WORK TO COMPLETE
Filter the entries below, keeping only lines with "getUserByEmail".

MATERIAL FOR THIS TASK

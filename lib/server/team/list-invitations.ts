import { listPendingInvitations } from "@/db/queries/team";
import type { Who } from "@/lib/server/auth/authorize";

/** The farm's invitations still open (not taken, not expired), oldest first. */
export async function listInvitations(who: Pick<Who, "farmId">) {
  return { invitations: await listPendingInvitations(who.farmId) };
}
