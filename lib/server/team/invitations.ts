// Invitations to a farm's team: a random link mailed to the person, stored only as its sha256,
// good for 7 days and for one use.
import createDebug from "debug";
import { getFarm } from "@/db/queries/farms";
import { acceptInvitation, createInvitation, deleteInvitation, getInvitationByTokenHash, isMemberByEmail } from "@/db/queries/team";
import { getUser, getUserByEmail } from "@/db/queries/users";
import type { Invitation, Role } from "@/db/schema";
import { appMailer, escapeHtml } from "@/lib/server/mail/app-mailer";
import { hashPassword } from "@/lib/server/auth/password";
import { hashToken, newLinkToken } from "@/lib/server/auth/tokens";
import { env } from "@/lib/server/env";
import { AppError } from "@/lib/domain/errors";
import { ROLE_WORDS } from "@/lib/domain/team-words";

const log = createDebug("wormward:team");
export const INVITATION_DAYS = 7;

// What the API shows of an invitation: never the token or its hash.
export const publicInvitation = (i: Invitation) => ({ id: i.id, email: i.email, role: i.role, expiresAt: i.expiresAt, createdAt: i.createdAt });

const when = (d: Date, timeZone: string) => d.toLocaleString("en-GB", { timeZone, dateStyle: "long", timeStyle: "short" });

export function invitationMail(p: { farmName: string; inviterName: string; role: Role; link: string; expiresAt: Date; timeZone: string }) {
  const r = ROLE_WORDS[p.role];
  const subject = `[Wormward] ${p.inviterName} invited you to ${p.farmName}`;
  const lead = `${p.inviterName} invited you to join ${p.farmName} on Wormward as ${p.role === "owner" ? "an" : "a"} ${r.name.toLowerCase()} (${r.does}).`;
  const until = `The link works once, until ${when(p.expiresAt, p.timeZone)}.`;
  const ignore = "If you did not expect this, ignore this mail: nothing happens unless the link is opened.";
  const text = `Hello,\n\n${lead}\n\nOpen this link to join:\n${p.link}\n\n${until}\n\n${ignore}\n`;
  const html = `<p>Hello,</p><p>${escapeHtml(lead)}</p><p><a href="${escapeHtml(p.link)}">Join ${escapeHtml(p.farmName)}</a></p><p>${escapeHtml(until)}</p><p>${escapeHtml(ignore)}</p>`;
  return { subject, text, html };
}

export async function inviteToFarm(input: { farmId: string; email: string; role: Role; invitedBy: string }, now = new Date()) {
  if (await isMemberByEmail(input.farmId, input.email)) throw new AppError("conflict", `${input.email} is already on the team.`, "email");
  const mailer = appMailer();
  if (!mailer) throw new AppError("internal", "Mail is not set up on this server, so the invitation cannot be sent.");
  const token = newLinkToken();
  const expiresAt = new Date(now.getTime() + INVITATION_DAYS * 86_400_000);
  const row = await createInvitation({ ...input, tokenHash: hashToken(token), expiresAt });
  const [farm, inviter] = await Promise.all([getFarm(input.farmId), getUser(input.invitedBy)]);
  const mail = invitationMail({
    farmName: farm?.name ?? "a farm",
    inviterName: inviter?.name ?? "An owner",
    role: input.role,
    link: `${env().APP_URL}/join/${token}`,
    expiresAt,
    timeZone: farm?.timezone ?? "UTC",
  });
  try {
    await mailer.send({ to: input.email, ...mail });
  } catch (e) {
    // A link nobody received is of no use: drop it so the owner simply tries again.
    log("invitation %s not sent: %s", row.id, (e as Error).message);
    await deleteInvitation(input.farmId, row.id);
    throw new AppError("internal", "The invitation mail could not be sent; nothing was kept. Try again in a minute.");
  }
  log("invitation %s sent for farm %s", row.id, input.farmId);
  return publicInvitation(row);
}

export type InvitationLookup =
  | { state: "unknown" | "used" | "expired" }
  | { state: "open"; farmId: string; farmName: string; email: string; role: Role; invitedByName: string | null; expiresAt: Date; hasAccount: boolean };

export async function lookupInvitation(token: string, now = new Date()): Promise<InvitationLookup> {
  const r = await getInvitationByTokenHash(hashToken(token));
  if (!r) return { state: "unknown" };
  if (r.invitation.acceptedAt) return { state: "used" };
  if (r.invitation.expiresAt <= now) return { state: "expired" };
  const { invitation: i } = r;
  return {
    state: "open",
    farmId: i.farmId,
    farmName: r.farmName,
    email: i.email,
    role: i.role,
    invitedByName: r.invitedByName,
    expiresAt: i.expiresAt,
    hasAccount: !!(await getUserByEmail(i.email)),
  };
}

export const INVITATION_REFUSALS = {
  unknown: "This invitation link is not valid. Check that the whole link was copied, or ask the farm's owner for a new one.",
  used: "This invitation has already been used. Sign in to reach the farm.",
  expired: `This invitation has expired (links last ${INVITATION_DAYS} days). Ask the farm's owner to send a new one.`,
} as const;

async function openOrThrow(token: string, now: Date) {
  const found = await lookupInvitation(token, now);
  if (found.state !== "open") throw new AppError(found.state === "unknown" ? "not_found" : "conflict", INVITATION_REFUSALS[found.state]);
  return found;
}

async function take(token: string, joiner: Parameters<typeof acceptInvitation>[1], now: Date) {
  const joined = await acceptInvitation(hashToken(token), joiner, now);
  // Lost a race with another tap, or it expired in between: say which.
  if (!joined) {
    await openOrThrow(token, now);
    throw new AppError("conflict", INVITATION_REFUSALS.used);
  }
  log("user %s joined farm %s as %s", joined.userId, joined.farmId, joined.role);
  return joined;
}

// A person without an account: the invited address becomes their sign-in.
export async function joinWithNewAccount(token: string, input: { name: string; password: string }, now = new Date()) {
  const inv = await openOrThrow(token, now);
  if (inv.hasAccount) throw new AppError("conflict", "An account with this e-mail already exists; sign in to join.");
  const farm = await getFarm(inv.farmId);
  const passwordHash = await hashPassword(input.password);
  const joined = await take(token, { newUser: { email: inv.email, name: input.name, passwordHash, timezone: farm?.timezone ?? "UTC" } }, now);
  return { ...joined, email: inv.email };
}

// A signed-in person joins only with the invitation sent to their own address.
export async function joinAsUser(token: string, userId: string, now = new Date()) {
  const inv = await openOrThrow(token, now);
  const user = await getUser(userId);
  if (!user) throw new AppError("unauthenticated", "Sign in first.");
  if (user.email.toLowerCase() !== inv.email.toLowerCase()) {
    throw new AppError("forbidden", `This invitation was sent to ${inv.email}, but you are signed in as ${user.email}. Sign out to accept it.`);
  }
  return take(token, { userId }, now);
}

SOLVED PROBLEM
import { getUser, getUserByEmail } from "@/db/queries/users";
    hasAccount: !!(await getUserByEmail(i.email)),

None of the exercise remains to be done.